ROCM: RLHF on consistency models
Shivanshu Shekhar, Tong Zhang
TL;DR
This work addresses the slow sampling and training challenges of diffusion-based RLHF by leveraging consistency models with a direct reward-optimization framework. It introduces a regularized RLHF objective that uses distributional regularization across intermediate steps via $f$-divergences and exploits the reparameterization trick to backpropagate through the entire generation trajectory, replacing policy-gradient methods. Empirically, Regularized ROCM achieves competitive or superior results across multiple reward models and metrics, with faster training and improved human preferences, while analysis shows that regularization mitigates reward hacking and enhances generalization. The approach hinges on differentiable rewards and Gaussian-conditioned divergences, offering a practical, first-order alternative to PPO for RLHF on consistency models and suggesting avenues for further exploration of divergence choices and reward-model interactions.
Abstract
Diffusion models have revolutionized generative modeling in continuous domains like image, audio, and video synthesis. However, their iterative sampling process leads to slow generation and inefficient training, challenges that are further exacerbated when incorporating Reinforcement Learning from Human Feedback (RLHF) due to sparse rewards and long time horizons. Consistency models address these issues by enabling single-step or efficient multi-step generation, significantly reducing computational costs. In this work, we propose a direct reward optimization framework for applying RLHF to consistency models, incorporating distributional regularization to enhance training stability and prevent reward hacking. We investigate various $f$-divergences as regularization strategies, striking a balance between reward maximization and model consistency.

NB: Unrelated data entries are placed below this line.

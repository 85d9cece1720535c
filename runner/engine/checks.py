"""Output checks: the `checks:` of a job's output, run against the written (not yet swapped) result.

`check_output` raises `CheckFailed` naming the first failing check, the
failing row count and up to five examples; the run then keeps the old output.
Every check is a vectorized polars expression (rules of a `rows:` or `expect:`
check are guarded by the SQL guard, `runner.core.sqlcheck`).
"""

from __future__ import annotations

from typing import TYPE_CHECKING

if TYPE_CHECKING:
    import polars as pl

    from runner.model.spec import OutputCheck

EXAMPLES = 5


class CheckFailed(Exception):
    """An output check failed; `check` names it (e.g. `key [zone, fare]`)."""

    def __init__(self, check: str, message: str):
        self.check = check
        super().__init__(message)


def describe_check(check: OutputCheck) -> str:
    if check.key is not None:
        return f"key [{', '.join(check.key)}]"
    if check.not_null is not None:
        return f"not_null [{', '.join(check.not_null)}]"
    if check.rows is not None:
        bounds = [f"{k} {v}" for k, v in (("min", check.rows.min), ("max", check.rows.max)) if v is not None]
        return " ".join(["rows", *bounds])
    if check.change is not None:
        what = check.change.column or "rows"
        return f"change of {what}"
    return f"rule {check.rule}"


ROW_NUMBER = "__weir_row_number"


def _examples(frame: pl.DataFrame) -> str:
    """Up to five rows as `row N: col=value, ...` (N counts from 1 in the output's row order)."""
    out = []
    for r in frame.head(EXAMPLES).to_dicts():
        row = r.pop(ROW_NUMBER, None)
        values = ", ".join(f"{k}={v!r}" for k, v in r.items())
        out.append(f"row {row}: {values}" if row is not None else values)
    return "; ".join(out)


def check_output(frame: pl.LazyFrame, checks: list[OutputCheck], previous: pl.LazyFrame | None,
                 output: str | None = None) -> None:
    """Raise CheckFailed for the first failing check of a window's output.

    `previous` is the previous window's output, for `change` checks (skipped
    when there is none). `output` names the output in messages.
    """
    import polars as pl

    if not checks:
        return
    schema = frame.collect_schema()
    numbered = frame.with_row_index(ROW_NUMBER, offset=1)
    where = f"output {output}: " if output else ""
    for check in checks:
        name = describe_check(check)

        def failed(message: str, name: str = name) -> CheckFailed:
            return CheckFailed(name, f"{where}check {name} failed: {message}")

        if check.key is not None:
            _need(schema, check.key, name)
            dupes = (numbered.group_by(check.key)
                     .agg(pl.len().alias("copies"), pl.col(ROW_NUMBER).min().alias("first row"),
                          pl.col(ROW_NUMBER).max().alias("last row"))
                     .filter(pl.col("copies") > 1).sort("first row").collect())
            if dupes.height:
                total = int(dupes["copies"].sum())
                raise failed(f"{dupes.height} key value(s) appear more than once ({total} rows); "
                             f"e.g. {_examples(dupes)}")
        elif check.not_null is not None:
            _need(schema, check.not_null, name)
            bad = numbered.filter(pl.any_horizontal([pl.col(c).is_null() for c in check.not_null]))
            count = bad.select(pl.len()).collect().item()
            if count:
                shown = bad.select(ROW_NUMBER, *check.not_null, *[c for c in schema if c not in check.not_null])
                raise failed(f"{count} row(s) have nulls; e.g. {_examples(shown.head(EXAMPLES).collect())}")
        elif check.rows is not None:
            count = frame.select(pl.len()).collect().item()
            if check.rows.min is not None and count < check.rows.min:
                raise failed(f"{count} row(s), fewer than {check.rows.min}")
            if check.rows.max is not None and count > check.rows.max:
                raise failed(f"{count} row(s), more than {check.rows.max}")
        elif check.change is not None:
            if previous is None:
                continue
            spec = check.change
            if spec.column is not None:
                _need(schema, [spec.column], name)
                now = frame.select(pl.col(spec.column).sum()).collect().item() or 0
                before = previous.select(pl.col(spec.column).sum()).collect().item() or 0
                what = f"sum of {spec.column}"
            else:
                now = frame.select(pl.len()).collect().item()
                before = previous.select(pl.len()).collect().item()
                what = "rows"
            now, before = float(now), float(before)
            if before > 0:
                change = (now - before) / before
                if spec.max_drop is not None and -change > spec.max_drop:
                    raise failed(f"{what} fell {-change:.1%}, from {before:g} in the previous window to "
                                 f"{now:g}; at most {spec.max_drop:.0%} allowed")
                if spec.max_rise is not None and change > spec.max_rise:
                    raise failed(f"{what} rose {change:.1%}, from {before:g} in the previous window to "
                                 f"{now:g}; at most {spec.max_rise:.0%} allowed")
        elif check.rule is not None:
            from runner.core.sqlcheck import SqlRefused, check_rule

            try:  # before polars reads it: a subquery in a rule would open files
                check_rule(check.rule)
            except SqlRefused as exc:
                raise CheckFailed(name, f"{where}check {name}: {exc}") from None
            try:
                expr = pl.sql_expr(check.rule)
                bad = numbered.filter(~expr.fill_null(False))
                count = bad.select(pl.len()).collect().item()
            except pl.exceptions.PolarsError as exc:
                raise CheckFailed(name, f"{where}check {name} cannot be evaluated: "
                                        f"{str(exc).splitlines()[0]}") from None
            if count:
                raise CheckFailed(name, f"{where}check {name} failed on {count} row(s); "
                                        f"e.g. {_examples(bad.head(EXAMPLES).collect())}")


def _need(schema: pl.Schema, columns: list[str], name: str) -> None:
    missing = [c for c in columns if c not in schema]
    if missing:
        raise CheckFailed(name, f"check {name} names column(s) {', '.join(missing)} that the output does not "
                                f"have (it has {', '.join(schema.names())})")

Unlike policy gradient methods, our approach leverages first-order gradients, making it more efficient and less sensitive to hyperparameter tuning. Empirical results show that our method achieves competitive or superior performance compared to policy gradient based RLHF methods, across various automatic metrics and human evaluation. Additionally, our analysis demonstrates the impact of different regularization techniques in improving model generalization and preventing overfitting.